◆ DIRECTIONS FOR THIS TASK ◆
Of the material below, the lines to be retyped are those from the line containing "def reference_planes(board: Board)" through the line containing "references = reference_planes(board)", inclusive; reproduce them exactly.

____ GIVEN DATA

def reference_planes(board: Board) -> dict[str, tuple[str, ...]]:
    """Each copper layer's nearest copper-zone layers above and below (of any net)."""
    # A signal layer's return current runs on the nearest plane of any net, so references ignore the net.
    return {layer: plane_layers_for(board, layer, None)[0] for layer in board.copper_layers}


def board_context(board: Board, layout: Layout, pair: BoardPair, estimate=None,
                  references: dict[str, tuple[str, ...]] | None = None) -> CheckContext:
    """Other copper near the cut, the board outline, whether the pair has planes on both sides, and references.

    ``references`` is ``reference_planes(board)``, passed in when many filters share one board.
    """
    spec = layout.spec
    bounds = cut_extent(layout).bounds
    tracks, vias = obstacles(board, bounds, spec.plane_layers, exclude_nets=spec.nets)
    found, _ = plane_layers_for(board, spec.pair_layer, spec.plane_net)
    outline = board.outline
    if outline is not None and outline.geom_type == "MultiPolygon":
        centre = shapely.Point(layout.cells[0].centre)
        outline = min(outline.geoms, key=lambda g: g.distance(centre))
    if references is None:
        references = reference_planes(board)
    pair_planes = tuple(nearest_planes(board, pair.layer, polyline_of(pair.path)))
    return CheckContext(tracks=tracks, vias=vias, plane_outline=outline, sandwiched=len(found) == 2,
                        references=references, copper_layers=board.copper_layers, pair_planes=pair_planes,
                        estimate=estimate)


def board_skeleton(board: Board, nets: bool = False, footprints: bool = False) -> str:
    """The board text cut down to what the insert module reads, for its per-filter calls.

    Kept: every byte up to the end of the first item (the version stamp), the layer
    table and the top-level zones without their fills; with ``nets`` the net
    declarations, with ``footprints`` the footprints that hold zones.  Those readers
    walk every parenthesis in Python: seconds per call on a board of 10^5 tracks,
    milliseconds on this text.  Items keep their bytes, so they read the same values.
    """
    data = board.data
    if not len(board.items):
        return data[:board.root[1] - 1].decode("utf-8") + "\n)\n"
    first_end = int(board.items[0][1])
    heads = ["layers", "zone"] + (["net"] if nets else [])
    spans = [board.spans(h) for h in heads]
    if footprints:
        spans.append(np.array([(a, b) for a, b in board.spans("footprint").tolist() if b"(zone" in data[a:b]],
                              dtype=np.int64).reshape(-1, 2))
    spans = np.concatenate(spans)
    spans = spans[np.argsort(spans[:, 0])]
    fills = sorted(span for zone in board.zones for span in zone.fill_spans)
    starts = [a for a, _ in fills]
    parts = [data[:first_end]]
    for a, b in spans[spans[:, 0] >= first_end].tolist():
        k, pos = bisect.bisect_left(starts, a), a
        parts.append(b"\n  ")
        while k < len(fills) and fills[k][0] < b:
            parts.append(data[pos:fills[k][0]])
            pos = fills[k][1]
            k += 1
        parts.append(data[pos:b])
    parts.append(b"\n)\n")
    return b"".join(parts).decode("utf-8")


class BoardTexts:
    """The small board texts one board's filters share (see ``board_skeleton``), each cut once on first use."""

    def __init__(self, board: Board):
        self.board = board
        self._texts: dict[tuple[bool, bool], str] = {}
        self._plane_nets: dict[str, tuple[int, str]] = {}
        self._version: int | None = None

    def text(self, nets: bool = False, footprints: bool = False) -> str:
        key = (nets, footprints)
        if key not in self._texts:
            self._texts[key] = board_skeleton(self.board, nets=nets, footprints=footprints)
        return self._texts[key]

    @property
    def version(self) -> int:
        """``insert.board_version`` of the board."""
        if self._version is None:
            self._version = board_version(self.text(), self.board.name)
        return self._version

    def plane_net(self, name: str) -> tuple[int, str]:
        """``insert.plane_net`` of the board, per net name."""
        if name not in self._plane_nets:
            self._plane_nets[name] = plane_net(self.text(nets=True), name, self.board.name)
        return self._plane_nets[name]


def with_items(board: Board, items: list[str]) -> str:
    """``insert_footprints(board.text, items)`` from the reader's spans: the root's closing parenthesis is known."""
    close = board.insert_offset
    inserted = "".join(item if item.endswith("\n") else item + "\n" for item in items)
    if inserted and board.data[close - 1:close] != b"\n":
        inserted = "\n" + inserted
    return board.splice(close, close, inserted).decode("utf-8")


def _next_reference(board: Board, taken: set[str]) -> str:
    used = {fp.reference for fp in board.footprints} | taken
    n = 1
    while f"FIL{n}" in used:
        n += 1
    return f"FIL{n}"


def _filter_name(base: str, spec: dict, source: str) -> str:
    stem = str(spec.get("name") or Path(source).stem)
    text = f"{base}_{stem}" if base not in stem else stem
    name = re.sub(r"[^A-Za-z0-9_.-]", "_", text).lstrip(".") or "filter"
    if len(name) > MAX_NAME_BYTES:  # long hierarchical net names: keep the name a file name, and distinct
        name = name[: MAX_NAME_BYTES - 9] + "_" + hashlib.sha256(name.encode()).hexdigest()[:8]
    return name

________
____ GIVEN DATA

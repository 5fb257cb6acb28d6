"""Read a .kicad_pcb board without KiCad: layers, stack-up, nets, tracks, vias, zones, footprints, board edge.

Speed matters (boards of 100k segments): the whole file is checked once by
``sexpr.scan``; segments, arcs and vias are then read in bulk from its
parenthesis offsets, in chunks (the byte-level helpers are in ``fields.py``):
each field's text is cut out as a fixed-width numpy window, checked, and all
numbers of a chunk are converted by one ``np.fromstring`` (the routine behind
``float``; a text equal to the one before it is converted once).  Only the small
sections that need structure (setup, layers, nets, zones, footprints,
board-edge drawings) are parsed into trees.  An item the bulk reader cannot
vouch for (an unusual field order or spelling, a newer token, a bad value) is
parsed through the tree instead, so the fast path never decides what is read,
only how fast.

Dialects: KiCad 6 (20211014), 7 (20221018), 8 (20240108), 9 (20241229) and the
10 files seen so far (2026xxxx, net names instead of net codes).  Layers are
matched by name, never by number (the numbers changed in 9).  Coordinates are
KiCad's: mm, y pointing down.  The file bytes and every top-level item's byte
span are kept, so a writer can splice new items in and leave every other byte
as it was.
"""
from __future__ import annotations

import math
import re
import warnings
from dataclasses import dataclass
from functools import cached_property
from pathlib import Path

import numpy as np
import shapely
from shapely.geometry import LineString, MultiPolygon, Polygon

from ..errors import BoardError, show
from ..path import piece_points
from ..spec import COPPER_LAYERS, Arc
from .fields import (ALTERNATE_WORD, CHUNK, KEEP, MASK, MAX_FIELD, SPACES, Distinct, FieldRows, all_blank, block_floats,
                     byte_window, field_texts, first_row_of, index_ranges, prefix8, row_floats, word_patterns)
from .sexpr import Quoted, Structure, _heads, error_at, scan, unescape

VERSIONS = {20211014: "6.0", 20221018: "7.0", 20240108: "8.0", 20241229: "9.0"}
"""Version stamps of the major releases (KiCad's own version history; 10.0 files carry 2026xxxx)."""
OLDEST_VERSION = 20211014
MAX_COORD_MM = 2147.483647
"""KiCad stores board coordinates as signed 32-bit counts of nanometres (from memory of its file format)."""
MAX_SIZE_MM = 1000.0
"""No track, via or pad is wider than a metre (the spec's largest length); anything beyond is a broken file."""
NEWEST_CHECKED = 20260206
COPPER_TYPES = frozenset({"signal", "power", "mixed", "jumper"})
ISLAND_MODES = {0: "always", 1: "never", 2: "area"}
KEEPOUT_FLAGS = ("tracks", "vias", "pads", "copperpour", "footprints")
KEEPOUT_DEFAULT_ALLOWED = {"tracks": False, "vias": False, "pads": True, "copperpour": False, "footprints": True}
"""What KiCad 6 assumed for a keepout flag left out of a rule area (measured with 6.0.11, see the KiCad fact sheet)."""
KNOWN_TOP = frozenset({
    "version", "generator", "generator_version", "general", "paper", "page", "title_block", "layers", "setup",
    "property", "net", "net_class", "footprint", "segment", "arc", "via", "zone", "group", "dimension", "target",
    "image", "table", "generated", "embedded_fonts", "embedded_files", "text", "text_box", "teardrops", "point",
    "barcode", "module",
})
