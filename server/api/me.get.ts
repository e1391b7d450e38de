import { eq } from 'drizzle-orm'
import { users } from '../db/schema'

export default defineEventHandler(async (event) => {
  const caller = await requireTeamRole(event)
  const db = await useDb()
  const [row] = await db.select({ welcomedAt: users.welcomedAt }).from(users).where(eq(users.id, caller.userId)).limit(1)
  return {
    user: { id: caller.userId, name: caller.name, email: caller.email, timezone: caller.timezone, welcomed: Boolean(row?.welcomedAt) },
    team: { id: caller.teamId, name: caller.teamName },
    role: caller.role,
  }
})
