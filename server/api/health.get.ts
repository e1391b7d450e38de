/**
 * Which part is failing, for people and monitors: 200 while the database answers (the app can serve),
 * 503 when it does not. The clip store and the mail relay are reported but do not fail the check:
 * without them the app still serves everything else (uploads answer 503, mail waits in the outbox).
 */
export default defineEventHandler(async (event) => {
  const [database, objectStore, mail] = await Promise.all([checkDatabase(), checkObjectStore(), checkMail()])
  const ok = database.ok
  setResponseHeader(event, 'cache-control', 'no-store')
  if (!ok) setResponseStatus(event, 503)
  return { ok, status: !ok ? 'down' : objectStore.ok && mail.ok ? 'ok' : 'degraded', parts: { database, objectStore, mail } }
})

________
____ GIVEN DATA

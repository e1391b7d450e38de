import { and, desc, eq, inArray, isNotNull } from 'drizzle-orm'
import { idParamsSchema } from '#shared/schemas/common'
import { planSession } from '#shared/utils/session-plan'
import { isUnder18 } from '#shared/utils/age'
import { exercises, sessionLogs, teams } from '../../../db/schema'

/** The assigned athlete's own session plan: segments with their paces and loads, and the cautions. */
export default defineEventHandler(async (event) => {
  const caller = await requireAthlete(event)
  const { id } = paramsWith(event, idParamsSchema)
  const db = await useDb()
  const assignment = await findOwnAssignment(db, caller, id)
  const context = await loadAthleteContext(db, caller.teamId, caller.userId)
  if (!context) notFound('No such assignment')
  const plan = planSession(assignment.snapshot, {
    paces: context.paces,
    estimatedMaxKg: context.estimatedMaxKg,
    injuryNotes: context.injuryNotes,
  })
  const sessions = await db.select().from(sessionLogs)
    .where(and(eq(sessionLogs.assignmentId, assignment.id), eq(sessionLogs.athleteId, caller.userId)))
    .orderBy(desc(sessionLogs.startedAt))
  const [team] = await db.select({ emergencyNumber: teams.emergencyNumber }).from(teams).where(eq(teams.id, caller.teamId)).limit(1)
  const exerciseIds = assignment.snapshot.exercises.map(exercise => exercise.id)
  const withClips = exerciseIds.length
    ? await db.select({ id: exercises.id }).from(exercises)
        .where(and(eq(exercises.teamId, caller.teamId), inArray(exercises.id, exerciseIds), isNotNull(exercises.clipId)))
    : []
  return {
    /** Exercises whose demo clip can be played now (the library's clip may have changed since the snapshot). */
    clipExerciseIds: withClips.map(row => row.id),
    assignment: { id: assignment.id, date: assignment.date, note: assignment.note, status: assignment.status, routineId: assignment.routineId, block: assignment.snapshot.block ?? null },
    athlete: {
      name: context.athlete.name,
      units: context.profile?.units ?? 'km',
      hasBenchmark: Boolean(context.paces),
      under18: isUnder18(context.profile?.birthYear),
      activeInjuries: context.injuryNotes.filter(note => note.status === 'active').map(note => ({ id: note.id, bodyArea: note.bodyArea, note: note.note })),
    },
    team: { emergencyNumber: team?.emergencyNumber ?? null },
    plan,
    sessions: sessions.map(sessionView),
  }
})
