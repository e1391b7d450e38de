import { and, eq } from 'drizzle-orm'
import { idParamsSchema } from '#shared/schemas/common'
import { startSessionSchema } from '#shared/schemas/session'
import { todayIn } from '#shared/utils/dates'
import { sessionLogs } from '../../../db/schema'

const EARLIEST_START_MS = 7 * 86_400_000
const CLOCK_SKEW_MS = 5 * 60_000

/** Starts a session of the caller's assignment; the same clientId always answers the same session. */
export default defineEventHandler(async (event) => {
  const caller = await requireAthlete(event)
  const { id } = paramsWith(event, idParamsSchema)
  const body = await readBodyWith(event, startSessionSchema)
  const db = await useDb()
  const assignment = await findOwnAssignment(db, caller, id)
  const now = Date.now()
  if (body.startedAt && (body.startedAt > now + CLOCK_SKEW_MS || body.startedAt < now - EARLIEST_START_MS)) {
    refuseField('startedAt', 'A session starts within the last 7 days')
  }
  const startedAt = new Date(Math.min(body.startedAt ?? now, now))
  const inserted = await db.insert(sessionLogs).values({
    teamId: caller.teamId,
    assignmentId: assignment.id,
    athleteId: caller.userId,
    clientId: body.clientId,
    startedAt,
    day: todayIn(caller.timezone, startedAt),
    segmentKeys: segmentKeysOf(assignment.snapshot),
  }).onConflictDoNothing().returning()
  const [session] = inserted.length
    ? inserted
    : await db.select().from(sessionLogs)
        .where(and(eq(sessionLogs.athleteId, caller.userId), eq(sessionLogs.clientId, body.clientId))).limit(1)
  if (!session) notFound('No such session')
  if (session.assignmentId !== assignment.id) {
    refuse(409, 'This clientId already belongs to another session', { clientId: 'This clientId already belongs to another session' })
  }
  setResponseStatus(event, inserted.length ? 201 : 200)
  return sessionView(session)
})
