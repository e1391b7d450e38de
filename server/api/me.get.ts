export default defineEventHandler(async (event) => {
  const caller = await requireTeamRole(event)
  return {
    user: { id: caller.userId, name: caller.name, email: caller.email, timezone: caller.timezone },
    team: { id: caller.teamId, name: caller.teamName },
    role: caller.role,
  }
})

________

◆ TASK ANSWER ◆
def reference_planes(board: Board) -> dict[str, tuple[str, ...]]:
    """Each copper layer's nearest copper-zone layers above and below (of any net)."""
    # A signal layer's return current runs on the nearest plane of any net, so references ignore the net.
    return {layer: plane_layers_for(board, layer, None)[0] for layer in board.copper_layers}


def board_context(board: Board, layout: Layout, pair: BoardPair, estimate=None,
                  references: dict[str, tuple[str, ...]] | None = None) -> CheckContext:
    """Other copper near the cut, the board outline, whether the pair has planes on both sides, and references.

    ``references`` is ``reference_planes(board)``, passed in when many filters share one board.
    """
    spec = layout.spec
    bounds = cut_extent(layout).bounds
    tracks, vias = obstacles(board, bounds, spec.plane_layers, exclude_nets=spec.nets)
    found, _ = plane_layers_for(board, spec.pair_layer, spec.plane_net)
    outline = board.outline
    if outline is not None and outline.geom_type == "MultiPolygon":
        centre = shapely.Point(layout.cells[0].centre)
        outline = min(outline.geoms, key=lambda g: g.distance(centre))
    if references is None:
        references = reference_planes(board)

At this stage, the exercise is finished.